Mary 101’s face belongs to a real person, but her image is now a video ventriloquist’s dummy. MIT researchers Tomaso Poggio and Tony F. Ezzat can make her say anything they want.

To date, artificially animated human faces have looked jerky and unrealistic. But now, Tomaso Poggio, an investigator with MIT’s McGovern Institute for Brain Research, and Tony Ezzat, an MIT graduate student in electrical engineering and computer science, have simulated mouth movements that look so real, most viewers can’t tell that Mary 101 isn’t an ordinary videotape of a person speaking.

Given a few minutes of footage of any individual, the researchers can pair virtually any audio to any videotaped face, matching mouth movements to the words.

Unlike previous efforts that relied on 3D computer-modelling techniques, Ezzat and Poggio built a computer model that uses example video footage of the person talking.

For the Mary 101 project, Ezzat used the facilities of MIT Video Production Services to videotape model Mary 101 speaking for eight minutes. He gathered 15,000 individual digitised images of her face. He then developed software that allowed the computer to automatically choose a small set of images that covered the range of Mary 101’s mouth movements.

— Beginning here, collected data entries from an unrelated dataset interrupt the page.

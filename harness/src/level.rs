//! The two levels of a line, before polarity is turned.

/// A level of the line.
#[derive(Clone, Copy, PartialEq, Eq, Hash, Debug)]
pub enum Level {
    /// Logic 0.
    Low,
    /// Logic 1.
    High,
}
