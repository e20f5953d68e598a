//! The hatch of an invented seed dryer: one press opens it, the next closes it.
//!
//! `contact.toml` beside this package says what the button does and what is asked of it, `src/hatch_button.rs` is
//! generated from it, and `harness recheck contact.toml` in continuous integration makes sure that neither changes
//! without the other.
#![no_std]

pub mod hatch_button;

use debounce_core::{Change, Position, Started};
use hatch_button::StartingDebouncer;

/// The hatch and its button.
pub struct Hatch {
    button: StartingDebouncer,
    is_open: bool,
}

impl Hatch {
    /// A hatch that is shut; the button may be held when the program starts.
    #[must_use]
    pub fn new() -> Self {
        Self {
            button: hatch_button::starting(),
            is_open: false,
        }
    }

    /// To be called from the timer interrupt, with the level of the line; true while the hatch should be open.
    pub fn tick(&mut self, line_is_high: bool) -> bool {
        let sample = Position::closed_if(line_is_high);
        if self.button.tick(sample) == Some(Started::Edge(Change::Make)) {
            self.is_open = !self.is_open;
        }
        self.is_open
    }
}

impl Default for Hatch {
    fn default() -> Self {
        Self::new()
    }
}
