impl<'a> Sample<'a> {
    fn cells(&self, index: usize) -> Vec<&'a [u8]> {
        let line = self.lines[index];
        let mut fields: Vec<Range<usize>> = Vec::new();
        split(line, self.delimiter, &mut fields);
        fields.into_iter().map(|field| &line[field]).collect()
    }

    fn reads(&self, cell: &[u8]) -> bool {
        cell::parse(cell, self.mark).is_ok() || number::beyond_range(cell).is_some()
    }

    fn is_row(&self, index: usize) -> bool {
        if is_skipped(self.lines[index]) {
            return false;
        }
        let cells = self.cells(index);
        cells.iter().filter(|cell| self.reads(cell)).count() >= 2
            && cells.iter().any(|cell| number::is_number(cell, self.mark))
    }

    fn rows(&self) -> Vec<usize> {
        (0..self.lines.len()).filter(|&index| self.is_row(index)).collect()
    }

    /// How many rows there are, and how many of them read in every cell.
    fn score(&self) -> (usize, usize) {
        let rows = self.rows();
        let is_whole = |&&row: &&usize| {
            self.cells(row).iter().filter(|cell| !cell.is_empty()).all(|cell| self.reads(cell))
        };
        (rows.len(), rows.iter().filter(is_whole).count())
    }

    /// Whether this is some other text, such as a script, with numbers in it: from the first row on most lines are
    /// none, and nobody said how they are to be read. A recording gone bad has a header or more good rows than that.
    fn is_other_text(&self, rows: &[usize], options: &ReadOptions) -> bool {
        let Some(&first) = rows.first().filter(|_| options.time_column.is_none()) else { return false };
        let lines = (first..self.lines.len()).filter(|&line| !is_skipped(self.lines[line])).count();
        let (header, _) = header_above(self, first, self.rising_column(rows));
        rows.len() * 2 < lines && lines >= FEWEST_LINES && !header.iter().any(Column::is_time)
    }

    fn time(&self, cell: &[u8]) -> Option<Yoctoseconds> {
        number::time(cell, self.mark, 0).ok().map(|time| time.at)
    }

    /// The column whose numbers rise most often from row to row; of equals the first.
    fn rising_column(&self, rows: &[usize]) -> usize {
        let columns = rows.iter().map(|&row| self.cells(row).len()).max().unwrap_or(0);
        let mut before: Vec<Option<Yoctoseconds>> = vec![None; columns];
        let mut rises = vec![0_usize; columns];
        for &row in rows {
            for (column, cell) in self.cells(row).into_iter().enumerate() {
                let Some(value) = self.time(cell) else { continue };
                // The first number counts too, so that a single row shows its first number as its time.
                rises[column] += usize::from(before[column].is_none_or(|before| value > before));
                before[column] = Some(value);
            }
        }
        (0..columns).rev().max_by_key(|&column| rises[column]).unwrap_or(0)
    }
}

/// Works out the layout from the beginning of the file.
pub(super) fn detect(lines: Vec<&[u8]>, options: &ReadOptions, faults: &mut Faults) -> Option<Layout> {
    let sample = best_dialect(lines, options);
    let rows = sample.rows();
    if rows.is_empty() {
        faults.whole_file("holds no row of a time and a level");
        faults.help("a row is a time and a level or a voltage, as in \"0.001,1\"; give the delimiter if it is unusual");
        faults.lack(Lack::Delimiter);
        return None;
    }
    if sample.is_other_text(&rows, options) {
        let lines = sample.lines.iter().filter(|line| !is_skipped(line)).count();
        faults.whole_file(format!(
            "is no recording that this reads: of its first {} only {} a time and a level",
            counted(lines as u64, "line"),
            if rows.len() == 1 { "1 looks like".to_owned() } else { format!("{} look like", rows.len()) }
        ));
        faults.help(
            "a recording is a VCD, a CSV with a time and a level or a voltage in each row, as in \"0.001,1\", or the \
             text of the firmware's own recorder",
        );
        return None;
    }
    let guess = sample.rising_column(&rows);
    let first = first_row(&sample, &rows, guess);
    let (columns, header) = header_above(&sample, first, guess);
    let columns = pad(columns, &sample, &rows);
    let time_column = match &options.time_column {
        Some(wanted) => find(&columns, wanted).or_else(|| {
            no_column("time column", wanted, &columns, |_| Lack::TimeColumn, faults);
            None
        })?,
        None => columns.iter().position(Column::is_time).unwrap_or(guess),
    };
    let first = header.last().map_or_else(|| first_row(&sample, &rows, time_column), |last| last + 1);
    let rows: Vec<usize> = rows.into_iter().filter(|&row| row >= first).collect();
    let time_unit = options.time_unit.or(match columns.get(time_column).and_then(|column| column.unit) {
        Some(Unit::Time(unit)) => Some(unit),
        _ => None,
    });
    let is_whole = |cell: &[u8]| cell.iter().all(|byte| byte.is_ascii_digit() || matches!(byte, b'+' | b'-'));
    let times_are_whole =
        rows.iter().all(|&row| sample.cells(row).get(time_column).is_none_or(|cell| is_whole(cell)));
    let preamble =
        (0..first).filter(|line| !header.contains(line) && !is_skipped(sample.lines[*line])).count();
    let candidates = candidates(&sample, &rows, &columns, time_column);
    Some(Layout {
        delimiter: sample.delimiter,
        mark: sample.mark,
        first_row: first as u64 + 1,
        preamble: preamble as u64,
        time_column,
        time_unit,
        times_are_whole,
        columns,
        candidates,
    })
}
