def test_a_function_without_brackets_is_not_taken_for_the_column_of_its_name():
    graph = read_graph({"nodes": ["late", "refund", "depot", "current_user"], "edges": []})
    value = {"treatment": "late", "outcome": "refund", "covariates": []}
    with pytest.raises(InvalidConfig, match="put the column's name in quotes"):
        read_config(value | {"row_filter": "CURRENT_USER = depot"}, graph)
    (part,) = read_config(value | {"row_filter": '"current_user" = depot'}, graph).rows.filter_parts
    assert graph.names_of(part.part.columns) == ("depot", "current_user")
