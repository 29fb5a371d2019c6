import {
  getCoreRowModel,
  getFilteredRowModel,
  getPaginationRowModel,
  getSortedRowModel,
  type Table,
  useReactTable,
} from '@tanstack/react-table';
import type { ReactElement } from 'react';
import { counted } from '@/components/machines/words';
import { useAddressView } from '@/components/ui/useAddressView';
import { byWords, COLUMNS } from './columns';
import { ListFilter } from './ListFilter';
import { ListFoot } from './ListFoot';
import { ListTable } from './ListTable';
import type { ListRow } from './list-row';
import { type ListView, PLAIN_VIEW, readView, writeView } from './list-view';

interface Props {
  readonly rows: readonly ListRow[];
  readonly machines: readonly { readonly id: string; readonly name: string }[];
  /** The address's question, as the server got it. */
  readonly search: string;
}

const VIEW = { read: readView, write: writeView };

/** What a row must be, beside the words typed; these choices have no columns of their own. */
function chosen(rows: readonly ListRow[], { machine, state, trouble }: ListView): ListRow[] {
  return rows.filter(
    (row) =>
      (machine === null || row.machineId === machine) &&
      (state === null || row.state === state) &&
      (trouble === null || row.trouble === trouble),
  );
}

function useRunTable(rows: ListRow[], view: ListView): Table<ListRow> {
  return useReactTable({
    data: rows,
    columns: COLUMNS,
    getRowId: (row) => row.id,
    state: {
      // Runs that are alike in the chosen column stand latest first.
      sorting: [
        { id: view.sort, desc: view.falling },
        { id: 'started', desc: view.sort === 'started' ? view.falling : true },
        { id: 'number', desc: view.sort === 'number' ? view.falling : true },
      ],
      globalFilter: view.text.trim(),
      pagination: { pageIndex: view.page - 1, pageSize: view.size },
    },
    globalFilterFn: byWords,
    getColumnCanGlobalFilter: (column) => column.id === 'title',
    autoResetPageIndex: false,
    getCoreRowModel: getCoreRowModel(),
    getFilteredRowModel: getFilteredRowModel(),
    getSortedRowModel: getSortedRowModel(),
    getPaginationRowModel: getPaginationRowModel(),
  });
}

/**
 * The runs of a workshop: sorted, filtered and paged in the page, all of it in the address. Its controls are a form and
 * links, so that the server draws the same list for a browser that runs no script.
 */
export function RunList({ rows, machines, search }: Props): ReactElement {
  const [asked, change] = useAddressView(search, VIEW);
  const data = chosen(rows, asked);
  const found = useRunTable(data, asked).getFilteredRowModel().rows.length;
  const pages = Math.max(1, Math.ceil(found / asked.size));
  const view = { ...asked, page: Math.min(asked.page, pages) };
  const table = useRunTable(data, view);
  return (
    <div className="grid gap-6">
      <ListFilter view={view} machines={machines} change={change} />
      <p role="status" className="text-sm text-ink-soft">
        {found === rows.length ? counted(found, 'run') : `${found} of ${counted(rows.length, 'run')}`}
      </p>
      {found > 0 ? (
        <ListTable rows={table.getRowModel().rows} view={view} change={change} />
      ) : (
        <p className="border border-dashed border-rule-firm px-5 py-8">
          No run is like that.{' '}
          <button type="button" className="link min-h-11" onClick={() => change(PLAIN_VIEW)}>
            Show all runs
          </button>
        </p>
      )}
      <ListFoot view={view} pages={pages} change={change} />
    </div>
  );
}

The computer takes these mouth images and re-combines them in a high-dimensional ‘morph space.’ Using a learning algorithm in the morph space, the computer is able to figure out from the original video footage how Mary 101’s face moves. This allows the software to re-synthesise new utterances.

‘The work is still in its infancy, but it proves the point that we can take existing video footage and re-animate it in interesting ways,’ Ezzat said. ‘At this point, we can re-animate realistic speech, but we still need to work on re-animating emotions. In addition, we cannot handle footage with profile views of a person, but we are making progress toward addressing these issues.’

The video produced by the system was evaluated using a special test to see whether human subjects could distinguish between real sequences and synthetic ones. Gadi Geiger, a CBCL researcher working with Ezzat, showed that people could not distinguish the real video from the synthetic sequences generated by the computer.

Poggio can imagine a future in which a celebrity such as Michael Jordan may sell his image and the right to create a virtual video version of himself for advertising and other purposes. Or maybe the estates of John Wayne, Marilyn Monroe or Elvis Presley would be willing to have the performers make a virtual comeback – for a price.

A more realistic scenario for the near future would be webcasts or TV newscasts incorporating the face of a model like Mary 101 that has been programmed to give weather updates or read the day’s winning lottery number.

This method could also be used for redubbing a film from one language to another, negating the need for subtitles. It would also avoid ‘Japanese film syndrome’ where the actors’ lips are still moving long after the shorter English phrase has been uttered.

The work is funded by the National Science Foundation and NTT through the NTT-MIT Research Collaboration.